BEGIN Records for the task
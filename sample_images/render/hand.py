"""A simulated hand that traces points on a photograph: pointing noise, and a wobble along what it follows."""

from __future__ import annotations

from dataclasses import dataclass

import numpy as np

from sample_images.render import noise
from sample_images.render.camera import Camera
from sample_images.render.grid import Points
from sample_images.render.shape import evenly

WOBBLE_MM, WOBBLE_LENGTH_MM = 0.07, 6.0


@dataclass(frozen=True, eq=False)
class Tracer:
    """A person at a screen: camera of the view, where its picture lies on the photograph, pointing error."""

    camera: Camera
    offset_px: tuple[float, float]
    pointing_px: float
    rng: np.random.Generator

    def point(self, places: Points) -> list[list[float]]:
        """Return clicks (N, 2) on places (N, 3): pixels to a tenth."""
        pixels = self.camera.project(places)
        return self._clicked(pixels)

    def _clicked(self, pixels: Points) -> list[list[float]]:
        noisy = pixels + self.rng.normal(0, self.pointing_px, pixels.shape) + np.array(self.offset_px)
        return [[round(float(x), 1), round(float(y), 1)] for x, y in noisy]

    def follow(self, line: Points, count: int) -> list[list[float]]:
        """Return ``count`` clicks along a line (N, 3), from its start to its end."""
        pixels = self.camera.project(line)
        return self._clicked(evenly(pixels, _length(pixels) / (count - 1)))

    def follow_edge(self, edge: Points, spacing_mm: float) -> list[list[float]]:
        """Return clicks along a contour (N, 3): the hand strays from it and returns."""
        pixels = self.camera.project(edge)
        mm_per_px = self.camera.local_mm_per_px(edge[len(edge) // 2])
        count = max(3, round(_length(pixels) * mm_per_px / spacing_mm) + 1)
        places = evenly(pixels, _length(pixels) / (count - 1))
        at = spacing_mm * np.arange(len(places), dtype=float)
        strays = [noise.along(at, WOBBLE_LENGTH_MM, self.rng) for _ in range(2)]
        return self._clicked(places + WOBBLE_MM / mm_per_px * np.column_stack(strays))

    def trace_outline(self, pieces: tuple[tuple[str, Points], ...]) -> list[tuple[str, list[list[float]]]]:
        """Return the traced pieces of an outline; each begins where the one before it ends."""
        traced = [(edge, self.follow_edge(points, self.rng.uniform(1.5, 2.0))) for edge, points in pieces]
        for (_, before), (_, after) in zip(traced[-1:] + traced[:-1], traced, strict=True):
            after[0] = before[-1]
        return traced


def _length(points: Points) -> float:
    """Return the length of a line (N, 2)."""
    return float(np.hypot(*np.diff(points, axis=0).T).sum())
END Records for the task
BEGIN Records for the task
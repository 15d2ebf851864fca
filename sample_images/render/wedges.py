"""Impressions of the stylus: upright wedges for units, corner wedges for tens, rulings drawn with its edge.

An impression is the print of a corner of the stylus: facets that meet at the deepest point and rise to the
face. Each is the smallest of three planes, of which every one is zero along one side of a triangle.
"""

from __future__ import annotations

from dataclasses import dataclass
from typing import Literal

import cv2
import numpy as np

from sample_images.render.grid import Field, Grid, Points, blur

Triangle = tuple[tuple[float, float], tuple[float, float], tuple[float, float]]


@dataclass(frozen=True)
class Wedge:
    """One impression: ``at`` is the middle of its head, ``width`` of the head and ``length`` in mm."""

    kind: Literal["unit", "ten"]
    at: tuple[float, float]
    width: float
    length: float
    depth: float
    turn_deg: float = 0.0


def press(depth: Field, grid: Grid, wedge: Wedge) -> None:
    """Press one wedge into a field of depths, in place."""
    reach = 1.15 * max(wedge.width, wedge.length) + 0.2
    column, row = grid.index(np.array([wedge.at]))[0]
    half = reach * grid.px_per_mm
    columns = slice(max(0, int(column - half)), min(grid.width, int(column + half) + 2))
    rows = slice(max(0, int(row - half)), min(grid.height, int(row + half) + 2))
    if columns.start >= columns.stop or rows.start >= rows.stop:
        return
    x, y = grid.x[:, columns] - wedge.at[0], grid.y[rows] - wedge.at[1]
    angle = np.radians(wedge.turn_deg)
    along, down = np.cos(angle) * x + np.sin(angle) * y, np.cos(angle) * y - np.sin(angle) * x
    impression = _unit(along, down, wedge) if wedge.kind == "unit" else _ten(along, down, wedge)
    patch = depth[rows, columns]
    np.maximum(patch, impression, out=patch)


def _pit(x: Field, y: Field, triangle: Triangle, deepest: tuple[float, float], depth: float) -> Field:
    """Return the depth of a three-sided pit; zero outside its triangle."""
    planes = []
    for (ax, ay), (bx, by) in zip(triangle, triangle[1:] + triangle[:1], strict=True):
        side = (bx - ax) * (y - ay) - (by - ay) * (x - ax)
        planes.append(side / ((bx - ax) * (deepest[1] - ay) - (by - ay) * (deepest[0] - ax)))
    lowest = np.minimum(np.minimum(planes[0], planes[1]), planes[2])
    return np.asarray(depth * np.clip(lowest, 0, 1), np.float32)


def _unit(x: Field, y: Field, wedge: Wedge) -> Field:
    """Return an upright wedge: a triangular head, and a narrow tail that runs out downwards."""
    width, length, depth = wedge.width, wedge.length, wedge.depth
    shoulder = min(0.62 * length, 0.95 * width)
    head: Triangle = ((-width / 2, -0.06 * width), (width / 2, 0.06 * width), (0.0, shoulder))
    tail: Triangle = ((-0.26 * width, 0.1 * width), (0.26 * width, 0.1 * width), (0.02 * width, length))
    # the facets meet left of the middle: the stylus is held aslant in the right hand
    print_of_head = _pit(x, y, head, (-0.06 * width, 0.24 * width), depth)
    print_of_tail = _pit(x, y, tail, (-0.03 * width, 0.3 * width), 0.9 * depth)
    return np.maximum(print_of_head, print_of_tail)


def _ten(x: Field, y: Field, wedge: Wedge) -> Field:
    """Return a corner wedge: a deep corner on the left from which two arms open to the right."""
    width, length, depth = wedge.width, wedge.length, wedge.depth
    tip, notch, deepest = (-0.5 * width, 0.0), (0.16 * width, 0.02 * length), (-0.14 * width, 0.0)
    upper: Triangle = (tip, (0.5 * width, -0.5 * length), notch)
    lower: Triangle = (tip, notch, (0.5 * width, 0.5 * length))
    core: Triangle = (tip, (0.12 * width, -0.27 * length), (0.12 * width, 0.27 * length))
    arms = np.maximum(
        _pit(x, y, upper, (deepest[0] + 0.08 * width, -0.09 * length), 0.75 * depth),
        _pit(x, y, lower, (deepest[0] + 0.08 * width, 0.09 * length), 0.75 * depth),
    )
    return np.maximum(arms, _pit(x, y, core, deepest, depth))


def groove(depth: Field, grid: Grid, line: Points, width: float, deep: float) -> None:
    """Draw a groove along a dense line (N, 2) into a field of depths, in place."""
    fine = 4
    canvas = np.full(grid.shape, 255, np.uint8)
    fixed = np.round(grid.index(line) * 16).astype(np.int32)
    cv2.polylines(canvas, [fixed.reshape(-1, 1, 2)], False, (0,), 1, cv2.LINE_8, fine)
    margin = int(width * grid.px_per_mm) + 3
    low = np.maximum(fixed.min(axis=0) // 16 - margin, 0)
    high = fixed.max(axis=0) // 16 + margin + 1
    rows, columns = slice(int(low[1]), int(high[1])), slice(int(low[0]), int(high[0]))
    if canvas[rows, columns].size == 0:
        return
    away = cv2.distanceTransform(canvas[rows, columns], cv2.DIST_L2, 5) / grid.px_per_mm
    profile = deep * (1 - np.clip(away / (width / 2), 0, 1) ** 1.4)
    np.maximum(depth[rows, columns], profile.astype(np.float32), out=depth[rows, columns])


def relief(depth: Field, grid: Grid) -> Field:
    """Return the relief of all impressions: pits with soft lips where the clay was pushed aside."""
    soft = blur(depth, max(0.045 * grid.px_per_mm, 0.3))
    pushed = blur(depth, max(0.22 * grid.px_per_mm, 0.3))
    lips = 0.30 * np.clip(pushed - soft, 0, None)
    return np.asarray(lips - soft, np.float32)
END Records for the task
Work required -
Your answer should be the lines of the listing above between the line holding "def _unit(x: Field, y: Field, wedge: Wedge)" and the line holding "shoulder = min(0.62", inclusive, restated word for word and alone.

Solution to the exercise -
def _unit(x: Field, y: Field, wedge: Wedge) -> Field:
    """Return an upright wedge: a triangular head, and a narrow tail that runs out downwards."""
    width, length, depth = wedge.width, wedge.length, wedge.depth
    shoulder = min(0.62 * length, 0.95 * width)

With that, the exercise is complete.